▶ [Try it] Return the listing in full. Keep every word as it stands.

▶ [Exercise data]
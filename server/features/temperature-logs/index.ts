/** What other features and the app may use from the temperature-log feature. */
export * from './temperature-log-assessments.ts';
export * from './temperature-log-routes.ts';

▶ [Written solution]
filename server/features/temperature-logs/index.ts
/** What other features and the app may use from the temperature-log feature. */
export * from './temperature-log-assessments.ts';
export * from './temperature-log-routes.ts';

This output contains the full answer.